Article 6. Delivery and delivery time of goods and services
- The delivery times stated are approximate and not binding. The supplier is not liable for any delivery time exceeding the stated delivery time.
- Unless otherwise agreed in writing, delivery of goods will take place ex works/warehouse of the supplier or another storage facility, or ex works in the country of production, if the supplier orders the products in another country. The risk for the goods passes to the other party at the moment the goods leave the supplier's premises or warehouse, or another storage facility or factory in the country of production, without prejudice to the provisions of Article 8.2. Delivery carriage paid will only take place if and insofar as this is indicated by the supplier on the order confirmation or otherwise.
- The delivery time is based on working conditions applicable at the time the agreement is concluded and on the timely delivery of the goods to be supplied by third parties for the fulfillment of the agreement.
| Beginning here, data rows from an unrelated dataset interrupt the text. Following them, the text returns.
def test_an_unreleased_batch_prints_not_for_use_and_no_value(world):
    content = label_content(world["db"], world["config"], world["strong"], lab_today())
    assert not content.released and content.release_id is None
    for name in ("carboy-a5", "bottle"):
        text = pdf_text(build_labels(content, layouts.get(name), copies=1))
        assert "NOT FOR USE — awaiting standardization" in text
        assert "mol/L (k =" not in text and "±" not in text
        assert "Expires —" in text
        # 1 mol/L NaOH: Danger, H314 (CLP Annex VI, Skin Corr. 1B from 2 %; from memory), H318 not beside it.
        assert "DANGER" in text and "H314 Causes severe skin burns and eye damage." in text and "H318" not in text


def test_a_withdrawn_batch_prints_not_for_use_withdrawn(world):
    records.withdraw_batch(world["db"], world["naoh"]["id"], lab_today(), "cap left off overnight", "setup")
    content = label_content(world["db"], world["config"], world["naoh"], lab_today())
    text = pdf_text(build_labels(content, layouts.get("carboy-a5"), copies=1))
    assert "NOT FOR USE — withdrawn" in text and "0.10214" not in text


def test_an_expired_batch_prints_not_for_use_expired(world):
    later = lab_today() + dt.timedelta(days=90)
    content = label_content(world["db"], world["config"], world["naoh"], later)
    assert content.certified == "NOT FOR USE — expired"


def test_no_classification_means_no_label(world):
    batch = make_batch(world["db"], "HClO4", 0.1)  # no starting classification for perchloric acid
    with pytest.raises(labels.Conflict) as caught:
        label_content(world["db"], world["config"], batch, lab_today())
    assert "no hazard classification" in caught.value.message


# ---------------------------------------------------------------- QR codes


def test_the_qr_code_opens_the_batch_page_at_the_configured_address(world):
    config = dict(world["config"], BASE_URL="https://prep.example.org/stockroom/")
    content = label_content(world["db"], config, world["naoh"], lab_today())
    url = f"https://prep.example.org/stockroom/batches/{world['naoh']['code']}"
    assert content.url == url
    decoded = qr_decode(render_png(build_labels(content, layouts.get("carboy-a5"), copies=1), dpi=150))
    assert decoded == [url]
    # The smallest QR code shipped (12.2 mm on the 30-label sheet), at a 300 dpi office printer's resolution:
    # each label, cut out of the page image, reads back on its own.
    sheet = layouts.get("sheet-letter-30")
    dpi = 300
    image = render_png(build_labels(content, sheet, copies=30), dpi=dpi)
    px = dpi / 25.4
    for position in range(1, 31):
        x, y = sheet.origin_mm(position)
        crop = image.crop((int(x * px), int(y * px), int((x + sheet.label_width) * px), int((y + sheet.label_height) * px)))
        assert qr_decode(crop) == [url], position


def test_the_qr_code_uses_error_correction_m():
    drawing = labels._qr_drawing("http://127.0.0.1:8000/batches/NAOH-2611-01", 40 * mm)
    widget = drawing.contents[0]
    assert widget.barLevel == "M"
    assert widget.qr.errorCorrectLevel == QRErrorCorrectLevel.M


# ---------------------------------------------------------------- text that fits


def _words(text: str) -> list[str]:
    return text.replace(labels.NBSP, " ").split()


def _assert_fits(content, layout):
    fits = fit_report(content, layout, serial=123456)
    assert len(fits) == sum(1 for f in layout.fields if f.kind == "text")
    for fit in fits:
        field = layout.field(fit.field)
        for line in fit.lines:
            # Measured again here with reportlab's stringWidth, against the box less any frame padding.
            width = stringWidth(line, fit.font, fit.size_pt)
            assert width <= fit.box_width_pt + 1e-6, (layout.name, fit.field, line, width, fit.box_width_pt)
            assert fit.box_width_pt <= field.width * mm + 1e-6
        assert len(fit.lines) * fit.size_pt * field.leading <= fit.box_height_pt + 1e-6, (layout.name, fit.field)
        assert fit.size_pt >= field.min_size_pt - 1e-9
        values = labels.placeholder_values(content, 123456)
        codes = labels.placeholder_values(content, 123456, codes_only=True)
        full = [_words(labels.printable(field.text.format_map(v))) for v in (values, codes)]
        assert _words(" ".join(fit.lines)) in full, (layout.name, fit.field)  # nothing dropped, nothing clipped
    return fits


@pytest.mark.parametrize("layout_name", SHIPPED)
def test_no_field_text_exceeds_its_box_for_long_inputs(world, layout_name):
    db = world["db"]
    # Concentrated HCl carries the most label elements stockroom seeds (three H statements, two pictograms,
    # six P statements); the 30-label sheet is for dilute solutions, so it gets 1 mol/L NaOH (H290, H314).
    heavy = make_batch(
        db,
        "HCl" if layout_name != "sheet-letter-30" else "NaOH",
        12.0 if layout_name != "sheet-letter-30" else 1.0,
        prepared_by=LONG_NAME,
    )
    content = with_content(label_content(db, world["config"], heavy, lab_today()), batch_id="BAOH2-2612-01-B2")
    layout = layouts.get(layout_name)
    fits = _assert_fits(content, layout)
    prepared = [f for f in fits if "prepared_by" in layout.field(f.field).placeholders]
    assert prepared and " ".join(prepared[0].lines).endswith(LONG_NAME.split()[-1])
    text = pdf_text(build_labels(content, layout, copies=1))
    for word in LONG_NAME.split():
        assert word in text


def test_released_values_fit_every_layout(world):
    content = label_content(world["db"], world["config"], world["naoh"], lab_today())
    for name in SHIPPED:
        _assert_fits(content, layouts.get(name))


def test_text_that_cannot_fit_is_refused_not_clipped(world):
    # Four H statements (HCl at 5 mol/L: H290 H315 H319 H335) need more room than the 30-label sheet has.
    batch = make_batch(world["db"], "HCl", 5.0)
    content = label_content(world["db"], world["config"], batch, lab_today())
    with pytest.raises(LabelOverflow) as caught:
        build_labels(content, layouts.get("sheet-letter-30"), copies=1)
    assert caught.value.field == "hazards" and "larger layout" in caught.value.message
    _assert_fits(content, layouts.get("sheet-a4-21"))


def test_precautionary_statements_fall_back_to_their_codes_on_small_labels(world):
    content = label_content(world["db"], world["config"], world["strong"], lab_today())
    small = {f.field: f for f in fit_report(content, layouts.get("sheet-letter-30"))}
    assert " ".join(small["precautions"].lines) == "P234 P280 P303+P361+P353 P305+P351+P338 P310 (see SDS)"
    large = {f.field: f for f in fit_report(content, layouts.get("carboy-a5"))}
    assert "P310 Immediately call a POISON CENTER/doctor." in large["precautions"].lines


def test_a_word_wider_than_the_box_is_broken_and_every_piece_fits():
    lines = labels.wrap("P303+P361+P353 " + "x" * 60, "Helvetica", 8, 60)
    assert all(stringWidth(line, "Helvetica", 8) <= 60 for line in lines)
    assert "".join(lines).replace(" ", "") == "P303+P361+P353" + "x" * 60


def test_accents_greek_and_the_combining_bar_are_kept_and_only_missing_letters_change():
    # The embedded typeface draws Ł, ő, ñ, Greek and the combining macron of the mean-volume symbol.
    text = "Łukasz Żółć, Erdős, Nuñez, 0.1 µmol, α = 0.05, V\u0304 ≤ 25 °C ± 0.5, ν\u2082"
    assert labels.printable(text) == text
    # A letter the font lacks (CJK) becomes '?', one with a missing accented form keeps its base letter.
    assert labels.printable("漢 x") == "? x"


# ---------------------------------------------------------------- sheets


def _serial_positions(pdf: bytes, page: int = 0) -> dict[str, tuple[float, float]]:
    found: dict[str, tuple[float, float]] = {}

    def visit(text, cm, tm, font, size):
        m = re.fullmatch(r"No\. (\d{6})", text.strip())
        if m:
            found[m.group(1)] = (cm[4] + tm[4], cm[5] + tm[5])

    pypdf.PdfReader(io.BytesIO(pdf)).pages[page].extract_text(visitor_text=visit)
    return found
Without prejudice to the provisions elsewhere in these terms and conditions regarding delivery, the supplier's delivery time will be extended by the duration of the delays incurred by the other party as a result of the other party's failure to comply with obligations under this or previously concluded agreements.
- The counterparty is obliged to check the delivered goods and/or the packaging immediately upon delivery for any shortages or visible damage, or to carry out this check after notification from the supplier that the goods are at the disposal of the counterparty.
- Any shortages or damage to the delivered goods and/or packaging present upon delivery must be noted by the other party on the delivery note, invoice, and/or shipping documents. Failure to do so will result in complaints being disregarded. The supplier's records are final in this regard.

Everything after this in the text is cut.